[Data extracts — start]

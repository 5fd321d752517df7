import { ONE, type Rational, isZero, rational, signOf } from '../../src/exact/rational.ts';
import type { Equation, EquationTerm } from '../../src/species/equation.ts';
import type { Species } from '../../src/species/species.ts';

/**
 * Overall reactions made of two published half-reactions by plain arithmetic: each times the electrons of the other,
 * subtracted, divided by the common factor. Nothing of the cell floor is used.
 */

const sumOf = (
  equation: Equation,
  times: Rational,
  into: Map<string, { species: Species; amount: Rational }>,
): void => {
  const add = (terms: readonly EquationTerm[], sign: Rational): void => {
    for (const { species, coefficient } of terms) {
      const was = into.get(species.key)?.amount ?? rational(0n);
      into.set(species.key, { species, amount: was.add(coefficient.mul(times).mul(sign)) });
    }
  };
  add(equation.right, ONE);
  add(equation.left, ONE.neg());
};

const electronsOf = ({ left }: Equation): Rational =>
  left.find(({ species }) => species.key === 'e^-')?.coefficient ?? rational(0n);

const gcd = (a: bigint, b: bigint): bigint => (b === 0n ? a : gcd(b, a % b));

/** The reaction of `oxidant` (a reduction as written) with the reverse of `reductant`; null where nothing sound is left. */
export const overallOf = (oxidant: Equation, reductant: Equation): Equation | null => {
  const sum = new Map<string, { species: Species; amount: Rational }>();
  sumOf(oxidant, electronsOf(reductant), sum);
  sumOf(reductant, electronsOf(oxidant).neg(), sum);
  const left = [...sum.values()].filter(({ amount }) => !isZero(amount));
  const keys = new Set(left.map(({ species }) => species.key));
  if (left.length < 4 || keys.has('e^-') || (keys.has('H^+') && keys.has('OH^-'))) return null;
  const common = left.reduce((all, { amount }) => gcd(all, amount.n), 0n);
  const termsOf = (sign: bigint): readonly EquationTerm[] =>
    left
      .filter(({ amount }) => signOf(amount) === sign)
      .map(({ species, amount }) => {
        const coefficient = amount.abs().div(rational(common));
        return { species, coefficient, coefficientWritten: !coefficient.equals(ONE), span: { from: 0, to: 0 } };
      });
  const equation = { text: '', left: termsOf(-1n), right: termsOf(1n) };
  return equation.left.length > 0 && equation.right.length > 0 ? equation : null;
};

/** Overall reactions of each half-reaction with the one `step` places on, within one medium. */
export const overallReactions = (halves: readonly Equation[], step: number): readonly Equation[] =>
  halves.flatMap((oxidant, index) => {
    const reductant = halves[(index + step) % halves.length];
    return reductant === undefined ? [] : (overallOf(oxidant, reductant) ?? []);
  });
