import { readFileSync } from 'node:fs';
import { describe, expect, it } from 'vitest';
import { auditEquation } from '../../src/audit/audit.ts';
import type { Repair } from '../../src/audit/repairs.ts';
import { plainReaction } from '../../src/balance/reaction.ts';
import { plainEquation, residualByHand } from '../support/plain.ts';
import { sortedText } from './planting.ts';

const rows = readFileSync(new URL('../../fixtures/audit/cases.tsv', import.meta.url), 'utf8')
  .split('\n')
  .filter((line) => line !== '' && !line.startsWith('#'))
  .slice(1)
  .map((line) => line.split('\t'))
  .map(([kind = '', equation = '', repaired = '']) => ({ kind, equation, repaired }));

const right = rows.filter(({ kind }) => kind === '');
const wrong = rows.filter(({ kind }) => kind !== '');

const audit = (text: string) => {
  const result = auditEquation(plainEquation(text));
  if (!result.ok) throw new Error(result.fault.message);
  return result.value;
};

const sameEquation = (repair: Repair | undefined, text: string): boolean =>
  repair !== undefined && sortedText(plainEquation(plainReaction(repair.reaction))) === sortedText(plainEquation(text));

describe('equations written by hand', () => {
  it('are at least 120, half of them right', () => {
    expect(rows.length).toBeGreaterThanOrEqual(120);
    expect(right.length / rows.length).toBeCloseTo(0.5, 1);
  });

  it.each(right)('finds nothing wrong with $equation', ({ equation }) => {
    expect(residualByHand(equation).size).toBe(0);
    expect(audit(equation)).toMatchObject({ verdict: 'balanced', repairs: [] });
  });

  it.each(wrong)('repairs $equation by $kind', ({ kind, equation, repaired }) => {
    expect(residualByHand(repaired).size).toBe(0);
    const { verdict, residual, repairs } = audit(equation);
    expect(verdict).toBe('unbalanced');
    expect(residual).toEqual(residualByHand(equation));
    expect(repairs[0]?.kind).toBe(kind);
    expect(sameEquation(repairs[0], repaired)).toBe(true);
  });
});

[Data extracts — finish]

◆ **Action item**:
Where a line of the entries holds the string "times", include it in the count, and give only the final number.

◆ **Answer to this problem**:
3